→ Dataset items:
def unscaled(problem: DualProblem, standardised: bool, names: list[str] | None,
             precomputed: bool) -> list[Finding]:
    """Feature spreads of rows that were not standardised."""
    if standardised or precomputed or problem.X.shape[1] < 2:
        return []
    sd = problem.X.std(axis=0)
    ok = np.flatnonzero(sd > 0)
    if ok.size < 2 or sd[ok].max() / sd[ok].min() <= SCALE_RATIO:
        return []
    ratio = float(sd[ok].max() / sd[ok].min())
    big = int(ok[np.argmax(sd[ok])])
    name = names[big] if names and len(names) == problem.X.shape[1] else f"x{big}"
    return [Finding(
        "unscaled_features", "caution",
        f"features were not standardised and their standard deviations differ by a factor "
        f"{ratio:.3g} (> {SCALE_RATIO:g}); {name} dominates the kernel",
        {"standard_deviations": [float(v) for v in sd], "ratio": ratio, "largest": name,
         "threshold": SCALE_RATIO},
        "standardise the features (the default of train)", "standardise")]


def drift(problem: DualProblem, alpha: np.ndarray, stored: Certificate, kkt_tol: float,
          loop_objective: float | None, last_objective: float | None) -> tuple[list[Finding],
                                                                           dict[str, Any]]:
    """The stored certificate (from the solver's incrementally updated gradient) against one
    rebuilt from scratch from the stored α.

    The incremental gradient itself is not stored, so its largest difference from the
    rebuilt one is bounded from below: |Δm| and |ΔM| (extremes over the same index sets),
    |Δb| for a bias averaged over free points, and 2|ΔD| / ‖α‖₁ for the objective.
    """
    fresh = certify(problem, alpha, kkt_tol=kkt_tol)
    d_dual = abs(fresh.dual_objective - stored.dual_objective)
    l1 = float(np.sum(np.abs(alpha)))
    parts = {"m_up": abs(fresh.m_up - stored.m_up) if np.isfinite(fresh.m_up) else 0.0,
             "M_low": abs(fresh.M_low - stored.M_low) if np.isfinite(fresh.M_low) else 0.0,
             "bias": abs(fresh.bias - stored.bias),
             "objective": 2.0 * d_dual / l1 if l1 > 0 else 0.0}
    bound = max(parts.values())
    rounding = DRIFT_ROUNDING * max(1.0, l1 * float(np.max(np.abs(problem.kernel_diag()))))
    threshold = max(DRIFT_SHARE * kkt_tol, rounding)
    checks = {"gradient_difference_lower_bound": bound, "parts": parts,
              "rebuilt_max_violation": fresh.max_violation,
              "stored_max_violation": stored.max_violation,
              "rebuilt_dual_objective": fresh.dual_objective,
              "stored_dual_objective": stored.dual_objective,
              "loop_objective": loop_objective, "last_trace_objective": last_objective,
              "threshold": threshold, "rounding_scale": rounding}
    out = []
    if bound > threshold:
        out.append(Finding(
            "numerical_drift", "stop" if fresh.max_violation > kkt_tol >= stored.max_violation
            else "caution",
            f"the solver's incrementally updated gradient differs from one rebuilt from the "
            f"stored α by at least {bound:.3g} (kkt_tol {kkt_tol:g}); the rebuilt maximal "
            f"violation is {fresh.max_violation:.3g} against {stored.max_violation:.3g} stored",
            checks, "resume the run (the gradient is rebuilt from α at the start) or tighten "
            "kkt_tol"))
    return out, checks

→ WHAT THE TASK ASKS:
An exact transcript of all the records is the expected result.

→ EXERCISE RESULT:
def unscaled(problem: DualProblem, standardised: bool, names: list[str] | None,
             precomputed: bool) -> list[Finding]:
    """Feature spreads of rows that were not standardised."""
    if standardised or precomputed or problem.X.shape[1] < 2:
        return []
    sd = problem.X.std(axis=0)
    ok = np.flatnonzero(sd > 0)
    if ok.size < 2 or sd[ok].max() / sd[ok].min() <= SCALE_RATIO:
        return []
    ratio = float(sd[ok].max() / sd[ok].min())
    big = int(ok[np.argmax(sd[ok])])
    name = names[big] if names and len(names) == problem.X.shape[1] else f"x{big}"
    return [Finding(
        "unscaled_features", "caution",
        f"features were not standardised and their standard deviations differ by a factor "
        f"{ratio:.3g} (> {SCALE_RATIO:g}); {name} dominates the kernel",
        {"standard_deviations": [float(v) for v in sd], "ratio": ratio, "largest": name,
         "threshold": SCALE_RATIO},
        "standardise the features (the default of train)", "standardise")]


def drift(problem: DualProblem, alpha: np.ndarray, stored: Certificate, kkt_tol: float,
          loop_objective: float | None, last_objective: float | None) -> tuple[list[Finding],
                                                                           dict[str, Any]]:
    """The stored certificate (from the solver's incrementally updated gradient) against one
    rebuilt from scratch from the stored α.

    The incremental gradient itself is not stored, so its largest difference from the
    rebuilt one is bounded from below: |Δm| and |ΔM| (extremes over the same index sets),
    |Δb| for a bias averaged over free points, and 2|ΔD| / ‖α‖₁ for the objective.
    """
    fresh = certify(problem, alpha, kkt_tol=kkt_tol)
    d_dual = abs(fresh.dual_objective - stored.dual_objective)
    l1 = float(np.sum(np.abs(alpha)))
    parts = {"m_up": abs(fresh.m_up - stored.m_up) if np.isfinite(fresh.m_up) else 0.0,
             "M_low": abs(fresh.M_low - stored.M_low) if np.isfinite(fresh.M_low) else 0.0,
             "bias": abs(fresh.bias - stored.bias),
             "objective": 2.0 * d_dual / l1 if l1 > 0 else 0.0}
    bound = max(parts.values())
    rounding = DRIFT_ROUNDING * max(1.0, l1 * float(np.max(np.abs(problem.kernel_diag()))))
    threshold = max(DRIFT_SHARE * kkt_tol, rounding)
    checks = {"gradient_difference_lower_bound": bound, "parts": parts,
              "rebuilt_max_violation": fresh.max_violation,
              "stored_max_violation": stored.max_violation,
              "rebuilt_dual_objective": fresh.dual_objective,
              "stored_dual_objective": stored.dual_objective,
              "loop_objective": loop_objective, "last_trace_objective": last_objective,
              "threshold": threshold, "rounding_scale": rounding}
    out = []
    if bound > threshold:
        out.append(Finding(
            "numerical_drift", "stop" if fresh.max_violation > kkt_tol >= stored.max_violation
            else "caution",
            f"the solver's incrementally updated gradient differs from one rebuilt from the "
            f"stored α by at least {bound:.3g} (kkt_tol {kkt_tol:g}); the rebuilt maximal "
            f"violation is {fresh.max_violation:.3g} against {stored.max_violation:.3g} stored",
            checks, "resume the run (the gradient is rebuilt from α at the start) or tighten "
            "kkt_tol"))
    return out, checks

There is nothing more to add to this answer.